Middle is Z/4Z: a single cyclic group, NOT a direct sum.
(2) 0 -> Z/2Z -> Z/2Z (+) Z/2Z -> Z/2Z -> 0
include into first factor, project to second.
Middle is the Klein four-group (Z/2Z)^2.
Same A = C = Z/2Z on the ends, but Z/4Z is NOT isomorphic to (Z/2Z)^2
(one has an element of order 4, the other does not). So knowing A and C
does NOT determine B. The difference is whether the sequence SPLITS:
(2) splits, (1) does not. That single bit is the extension problem.When does it split?
A short exact sequence is split when B ≅ A ⊕ C in the compatible way — equivalently, when the surjection B → C has a section (a right inverse), or the injection A → B has a retraction (a left inverse). The splitting lemma says these conditions are equivalent. Splitting is exactly the difference between examples (1) and (2) above. A clean sufficient condition: if C is projective, every short exact sequence ending in C splits — indeed this is one definition of projective. Dually, if A is injective, every sequence starting at A splits.
Noetherian and Artinian: taming the infinite
A module is Noetherian if it satisfies the ascending chain condition (every increasing chain of submodules stabilizes), equivalently every submodule is finitely generated. It is Artinian if it satisfies the descending chain condition. The key lemma: in a short exact sequence 0 → A → B → C → 0, B is Noetherian (resp. Artinian) iff both A and C are. So these properties pass to submodules, quotients, and extensions — exactly the closure you want.

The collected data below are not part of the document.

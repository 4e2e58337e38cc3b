import type { Context } from './context';
import { newId, nowSeconds } from './ids';
import type { Params } from './params';
import { badParameter, missingParameter, notFound, ServiceError } from './service-error';
import { type Charge, type Refund, REFUND_REASONS } from './shapes';
import { put } from './store';
import { writeRefundTransaction } from './transactions';

const REFUND_PARAMS = ['amount', 'charge', 'expand', 'metadata', 'payment_intent', 'reason'];

export function createRefund(context: Context, params: Params): Refund {
  params.allowOnly(REFUND_PARAMS);
  const charge = chargeToRefund(context, params);
  const bare = { ...newRefund(charge, params), amount: amountToRefund(charge, params) };
  const refund = { ...bare, balance_transaction: writeRefundTransaction(context, bare).id };
  put(context.store.refunds, refund);
  charge.amount_refunded += refund.amount;
  charge.refunded = charge.amount_refunded === charge.amount;
  context.emit('refund.created', refund);
  context.emit('charge.refunded', charge);
  return refund;
}

const newRefund = (charge: Charge, params: Params): Omit<Refund, 'balance_transaction' | 'amount'> => ({
  id: newId('re'),
  object: 'refund',
  charge: charge.id,
  created: nowSeconds(),
  currency: charge.currency,
  metadata: params.metadata('metadata'),
  payment_intent: charge.payment_intent,
  reason: params.oneOf('reason', REFUND_REASONS) ?? null,
  receipt_number: null,
  status: 'succeeded',
});

function chargeToRefund(context: Context, params: Params): Charge {
  const charge = params.has('charge') ? namedCharge(context, params) : chargeOfIntent(context, params);
  if (charge?.status !== 'succeeded')
    throw new ServiceError(400, 'This payment has not succeeded, so there is nothing to refund.');
  return charge;
}

function namedCharge(context: Context, params: Params): Charge {
  const id = params.requiredText('charge');
  const charge = context.store.charges.get(id);
  if (!charge) throw notFound(id, 'charge');
  return charge;
}

function chargeOfIntent(context: Context, params: Params): Charge | undefined {
  const id = params.text('payment_intent');
  if (id === undefined) throw missingParameter('payment_intent');
  const intent = context.store.intents.get(id);
  if (!intent) throw notFound(id, 'payment_intent');
  return intent.latest_charge === null ? undefined : context.store.charges.get(intent.latest_charge);
}

function amountToRefund(charge: Charge, params: Params): number {
  const left = charge.amount - charge.amount_refunded;
  if (left === 0)
    throw new ServiceError(400, 'This charge is refunded already.', { code: 'charge_already_refunded' });
  const amount = params.wholeNumber('amount', { min: 1, max: charge.amount }) ?? left;
  if (amount > left) throw badParameter('amount', `Only ${left} of the charge is left to refund`);
  return amount;
}
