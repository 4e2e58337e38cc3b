import type Stripe from 'stripe';

/**
 * The part of an SDK type that we answer with. Field names are checked against the SDK's; `Own` narrows what the SDK
 * leaves open (any text as a status) or expandable (an id or the whole object).
 */
type Shape<T, K extends keyof T, Own extends { [P in keyof Own]: P extends keyof T ? T[P] : never }> = Pick<
  T,
  K
> &
  Own;

export type Session = Shape<
  Stripe.Checkout.Session,
  | 'id'
  | 'object'
  | 'cancel_url'
  | 'client_reference_id'
  | 'created'
  | 'customer_email'
  | 'expires_at'
  | 'livemode'
  | 'payment_method_types',
  {
    amount_subtotal: number;
    amount_total: number;
    currency: string;
    customer: null;
    metadata: Record<string, string>;
    mode: 'payment';
    payment_intent: string | null;
    payment_status: 'paid' | 'unpaid';
    status: 'open' | 'complete' | 'expired';
    success_url: string;
    ui_mode: 'hosted_page';
    url: string | null;
  }
>;

export type Intent = Shape<
  Stripe.PaymentIntent,
  | 'id'
  | 'object'
  | 'amount'
  | 'amount_received'
  | 'created'
  | 'currency'
  | 'description'
  | 'last_payment_error'
  | 'livemode'
  | 'metadata'
  | 'payment_method_types'
  | 'receipt_email',
  {
    customer: null;
    latest_charge: string | null;
    payment_method: string | null;
    status: 'requires_payment_method' | 'processing' | 'succeeded' | 'canceled';
  }
>;

export type Charge = Shape<
  Stripe.Charge,
  | 'id'
  | 'object'
  | 'amount'
  | 'amount_captured'
  | 'amount_refunded'
  | 'captured'
  | 'created'
  | 'currency'
  | 'description'
  | 'disputed'
  | 'failure_code'
  | 'failure_message'
  | 'livemode'
  | 'metadata'
  | 'paid'
  | 'payment_method'
  | 'receipt_email'
  | 'refunded',
  {
    balance_transaction: string | null;
    customer: null;
    payment_intent: string;
    status: 'succeeded' | 'failed';
  }
>;

export type Transaction = Shape<
  Stripe.BalanceTransaction,
  | 'id'
  | 'object'
  | 'amount'
  | 'available_on'
  | 'balance_type'
  | 'created'
  | 'currency'
  | 'description'
  | 'exchange_rate'
  | 'fee'
  | 'fee_details'
  | 'net',
  {
    reporting_category: 'charge' | 'refund' | 'payout';
    source: string;
    status: 'pending' | 'available';
    type: 'charge' | 'refund' | 'payout';
  }
>;

export type Refund = Shape<
  Stripe.Refund,
  'id' | 'object' | 'amount' | 'created' | 'currency' | 'metadata' | 'receipt_number',
  {
    balance_transaction: string;
    charge: string;
    payment_intent: string;
    reason: RefundReason | null;
    status: 'succeeded';
  }
>;

export const REFUND_REASONS = ['duplicate', 'fraudulent', 'requested_by_customer'] as const;
type RefundReason = (typeof REFUND_REASONS)[number];

export type Payout = Shape<
  Stripe.Payout,
  | 'id'
  | 'object'
  | 'amount'
  | 'arrival_date'
  | 'automatic'
  | 'created'
  | 'currency'
  | 'description'
  | 'failure_code'
  | 'failure_message'
  | 'livemode'
  | 'metadata'
  | 'statement_descriptor',
  {
    balance_transaction: string;
    method: 'standard';
    reconciliation_status: 'completed';
    status: 'paid';
    type: 'bank_account';
  }
>;

/** Only these happen here; a name the SDK does not know drops out and its use no longer compiles. */
export type EventType = Extract<
  Stripe.Event['type'],
  | 'charge.failed'
  | 'charge.refunded'
  | 'charge.succeeded'
  | 'checkout.session.async_payment_failed'
  | 'checkout.session.async_payment_succeeded'
  | 'checkout.session.completed'
  | 'checkout.session.expired'
  | 'payment_intent.created'
  | 'payment_intent.payment_failed'
  | 'payment_intent.processing'
  | 'payment_intent.succeeded'
  | 'payout.created'
  | 'payout.paid'
  | 'refund.created'
>;

export type PaymentEvent = Pick<
  Stripe.EventBase,
  'id' | 'object' | 'api_version' | 'created' | 'livemode' | 'pending_webhooks'
> & {
  type: EventType;
  data: { object: Session | Intent | Charge | Refund | Payout };
  request: null;
};
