import { idOf, paidSession, type Scene, startScene } from '../testing/payments';

let scene: Scene;
beforeEach(async () => {
  scene = await startScene();
});
afterEach(() => scene.close());

const payOut = async (body?: object) =>
  (await scene.control('payout', body)) as { id: string; amount: number };

describe('a payout', () => {
  // Worked by hand: two payments of 48.00 less 0.92 each, one refunded whole: 9416 - 4800 = 4616.
  it('carries payments less fees and refunds to the bank, and names each', async () => {
    const [first] = [await paidSession(scene), await paidSession(scene)];
    await scene.stripe.refunds.create({ payment_intent: idOf(first.payment_intent) });
    const { id: payout, amount } = await payOut({ arrival_date: 1_796_000_000 });
    expect(amount).toBe(4616);
    const carried = await scene.stripe.balanceTransactions.list({ payout }).autoPagingToArray({ limit: 100 });
    expect(carried.map(({ type, net }) => [type, net])).toEqual([
      ['payout', -4616],
      ['refund', -4800],
      ['charge', 4708],
      ['charge', 4708],
    ]);
    expect(await scene.stripe.payouts.retrieve(payout)).toMatchObject({
      status: 'paid',
      currency: 'gbp',
      arrival_date: 1_796_000_000,
    });
  });

  it('carries nothing twice', async () => {
    await paidSession(scene);
    const first = await payOut();
    await paidSession(scene, 10_000);
    // 100.00 less 1.50 and 0.20.
    expect((await payOut()).amount).toBe(9830);
    const { data } = await scene.stripe.balanceTransactions.list({ payout: first.id, type: 'charge' });
    expect(data).toMatchObject([{ net: 4708, status: 'available' }]);
    expect((await scene.stripe.payouts.list()).data.map(({ amount }) => amount)).toEqual([9830, 4708]);
  });

  it('of an empty balance is refused', async () => {
    expect(await scene.control('payout')).toMatchObject({ error: { code: 'balance_insufficient' } });
    expect(await scene.control('payout', { currency: '../' })).toMatchObject({
      error: { param: 'currency' },
    });
  });

  it('is announced', async () => {
    await paidSession(scene);
    await payOut();
    await scene.receiver.waitFor(6);
    expect(scene.types().slice(4)).toEqual(['payout.created', 'payout.paid']);
  });
});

A module is both Noetherian and Artinian iff it has a composition series: a chain 0 = M₀ ⊂ M₁ ⊂ ⋯ ⊂ Mₙ = M with each quotient Mᵢ/Mᵢ₋₁ simple. The Jordan-Hölder theorem then guarantees the length n and the multiset of simple quotients are invariants of M, independent of the chosen series — the module analogue of factoring an integer into primes. Note Z is Noetherian but not Artinian (the chain Z ⊋ 2Z ⊋ 4Z ⊋ ⋯ never stops), so it has no composition series, fitting its infinite size.